# Erie, PA



## farleysd (Apr 18, 2011)

I was wondering if anyone was going to the shows in Erie Pennsylvania this coming weekend?

Terry
Farleys D
"One must first BUILD a house before they can paint it"


----------



## Streetcar (Apr 13, 2014)

Oh, I wish, I wish....

Out here in NorCal we have two of the few remaining benched shows on the 30-31 Jan weekend, and I will attend one of the days. Need to go remind myself which day has the greater overall Poodle entry, though know full well entry does not equal attendance. Indio is of course our big January draw these days.
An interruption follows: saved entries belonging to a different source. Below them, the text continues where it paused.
export async function updateTank(
  db: Db,
  actor: Actor,
  tankId: string,
  input: UpdateTank,
  now: Date,
): Promise<TankDetail> {
  const existing: TankRow = await findTankFor(db, actor, tankId, 'write');
  const style = input.style ?? existing.style;
  if (input.waterType && input.waterType !== tankStyleWaterType[style]) {
    throw invalidFields([
      { path: 'body.waterType', message: `this tank's style is for ${tankStyleWaterType[style]} water` },
    ]);
  }
  await checkReferences(db, actor, input, tankId);
  await db.transaction(async (tx) => {
    const changes = {
      ...(input.name !== undefined && { name: input.name }),
      ...(input.siteLabel !== undefined && { siteLabel: input.siteLabel }),
      ...(input.style !== undefined && { style: input.style, waterType: tankStyleWaterType[input.style] }),
      ...(input.displayVolume !== undefined && { displayVolumeL: input.displayVolume }),
      ...(input.sumpVolume !== undefined && { sumpVolumeL: input.sumpVolume }),
      ...dimensionColumns(input.dimensions),
      ...(input.setUpOn !== undefined && { setUpOn: input.setUpOn }),
      ...(input.assignedTechnicianId !== undefined && { assignedTechnicianId: input.assignedTechnicianId }),
      ...(input.serviceIntervalDays !== undefined && { serviceIntervalDays: input.serviceIntervalDays }),
      ...(input.notes !== undefined && { notes: input.notes }),
      ...(input.timeZone !== undefined && { timeZone: input.timeZone }),
      ...(input.coverPhotoId !== undefined && { coverPhotoId: input.coverPhotoId }),
    };
    if (Object.keys(changes).length > 0) {
      await tx.update(tanks).set(changes).where(eq(tanks.id, tankId));
    }
    if (input.ownerIds !== undefined) await replaceOwners(tx, tankId, input.ownerIds);
  });
  return getTankDetail(db, actor, tankId, now);
}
Wishing you well, Terry, and many to clap for you -- I'll do it from a distance. Wish I could at least come help hold or something .


----------



## farleysd (Apr 18, 2011)

Thanks Streetcar! Enjoy the shows in CA, Benched shows are a so rare anymore, but it is nice to get to see all the dogs. 

I love the Erie shows, nice show site, nice people. and I WILL need luck!


----------



## Mfmst (Jun 18, 2014)

Good luck then! I would love to see some pictures of your Poodles, hint, hint. Whenever I read your signature line about building the house first, I always nod my head in agreement.


----------



## farleysd (Apr 18, 2011)

Thanks MFMST; I will need all the luck possible, by girl only needs a major to finish, the competition will be tough, many beautiful poodles, and top competitors! 

I know I need to post pictures, but I am so bad with some of the technology. I know I must learn!


----------



## Mfmst (Jun 18, 2014)

I have trouble posting pictures too. When she crushes it, have someone help you post her victory shot


----------



## Countryboy (May 16, 2011)

Here's a start, Terry... paper clips are an interesting feature in any reply box. 'Cos they Attach things! 

Click on the paper clip and the pop-up to the left will appear. Click on a Browse button and find your pix in your machine. Best of luck.

Oh, and break a leg, eh?


----------



## farleysd (Apr 18, 2011)

thank you Countryboy, I will give it a try once I come back from the shows.


----------